Por isso, sempre que ouço esta música fico pensando na minha vida cristã, onde parece que nada de novo, nada de surpreendente, nada de importante acontece que mereceria um destaque, ou mesmo, uma boa nota de avaliação, ou talvez um elogio do nosso inconsciente: aí Rev José, agora você está de parabéns!

Pra piorar ainda mais minha baixa estima, penso nos grandes homens do passado e do presente que quebraram paradigmas, que romperam com a morbidez de uma vida mediana e se jogaram de cabeça na FÉ, pularam dentro da cova dos leões, arriscaram viver intensamente a vida cristã na dependência de Deus. Olho para missionários como Ronaldo Lidório e outros nem são tão conhecidos, mas que largaram tudo para evangelizar lugares longe de sua casa, ou até daqueles que abriram e continuam abrindo mão de uma vida “normal” de crente “trabalho-casa-igreja” (nesta ordem), para viver uma realidade mais além da mesmice da religião sem emoção.

Seriam eles pessoas especiais? Receberam eles uma “unção” diferente para desafiar o inferno? Eles não se importam, como eu, em ter uma cama macia, um banheiro limpinho com sabonete para tomar um banho gostoso, poder sentar a mesa e saborear um lanche na hora que a fome chega? Seriam eles supercrentes que estão acima de todas estas coisas “mesquinhas” do dia a dia que eu valorizo demais?

Pior que não! Eles simplesmente entenderam algumas coisas bem simples, mas tão simples que até tenho vergonha de dizer, por exemplo: onde está teu tesouro, ai está o teu coração, ou, você precisa abrir mão de algumas coisas hoje, mas, terá muito mais na eternidade, ou, você nem desconfia que vale mais do que um passarinho?
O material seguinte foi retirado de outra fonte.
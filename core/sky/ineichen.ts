import * as maths from '../maths/maths.ts';
import { absoluteAirMass } from './air-mass.ts';
import { type ClearSun, type ModelNote, NO_SUN, type SplitSky } from './clear-sun.ts';

export const INEICHEN_NOTE: ModelNote = {
  name: 'Ineichen–Perez 2002',
  source:
    'P. Ineichen, R. Perez, A new airmass independent formulation for the Linke turbidity coefficient, Solar Energy 73, 151–157 (2002)',
  gives: 'beam and diffuse',
  needs: [
    {
      key: 'linkeTurbidity',
      name: 'Linke turbidity',
      unit: '',
      min: 1,
      max: 15,
      usual: '3 (2 very clean air, 3 clean temperate, 4 to 5 humid or urban summer, above 6 polluted)',
    },
  ],
  lowestAltitude_deg: 3,
  valid: 'cloudless sky, sun at 3° or higher, sites up to about 3000 m (heights of the sites it was fitted on)',
};

/**
 * Cloudless sky from one number for the haze of the air.
 * @param linkeTurbidity  1 (pure air) to 15, referred to an air mass of 2
 * @returns beam facing the sun, diffuse and global on the level [W/m²]; zeros with the sun at or below the horizon. With a
 *          turbidity below about 1.3 the published fits give more beam than global; the lesser is taken, as in the paper.
 * @param raiseLowSun  true: global raised by exp(0.01·m^1.8), the companion paper's correction for low sun; the design days go without
 * @see P. Ineichen, R. Perez, Solar Energy 73, 151–157 (2002); R. Perez et al., Solar Energy 73, 307–317 (2002)
 */
export function ineichenPerez(sun: ClearSun, linkeTurbidity: number, raiseLowSun = false): SplitSky {
  const up = maths.sin(sun.apparentAltitude_rad);
  if (!(up > 0)) return NO_SUN;
  const z = sun.elevation_m;
  const m = absoluteAirMass(sun.airMass, sun.pressure_hPa);
  const f1 = maths.exp(-z / 8000);
  const f2 = maths.exp(-z / 1250);
  const c1 = 5.09e-5 * z + 0.868;
  const c2 = 3.92e-5 * z + 0.0387;
  const raise = raiseLowSun ? maths.exp(0.01 * maths.pow(m, 1.8)) : 1;
  const global = raise * c1 * sun.extraterrestrial_Wm2 * up * maths.exp(-c2 * m * (f1 + f2 * (linkeTurbidity - 1)));
  const fromTurbidity = sun.extraterrestrial_Wm2 * (0.664 + 0.163 / f1) * maths.exp(-0.09 * m * (linkeTurbidity - 1));
  const fromGlobal = (global * Math.max(0, 1 - (0.1 - 0.2 * maths.exp(-linkeTurbidity)) / (0.1 + 0.882 / f1))) / up;
  const beam = Math.min(fromTurbidity, fromGlobal);
  return { beamNormal_Wm2: beam, diffuse_Wm2: global - beam * up, global_Wm2: global };
}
Ou, prioriza o Reino e tudo mais terá!

Gastamos muito tempo valorizando coisas insignificantes e acabamos não investindo naquilo que realmente importa e tem valor. Abrimos mão da bênção em troca de um pratinho mixuruca de lentilhas. Temos aquele mórbido prazer em dizer que estou mega cansado de plantar muito e colher pouco e ainda colocamos esse pouco no “saco furado”. Nossa mesquinhez nos impede de ver estas coisas tão importantes. Sem perder a prudência, mas deveríamos ter mais coragem para viver 99% na dependência de Deus. Simples assim! Vai tomar coragem ou continuar com seu papo furado de crente fiel?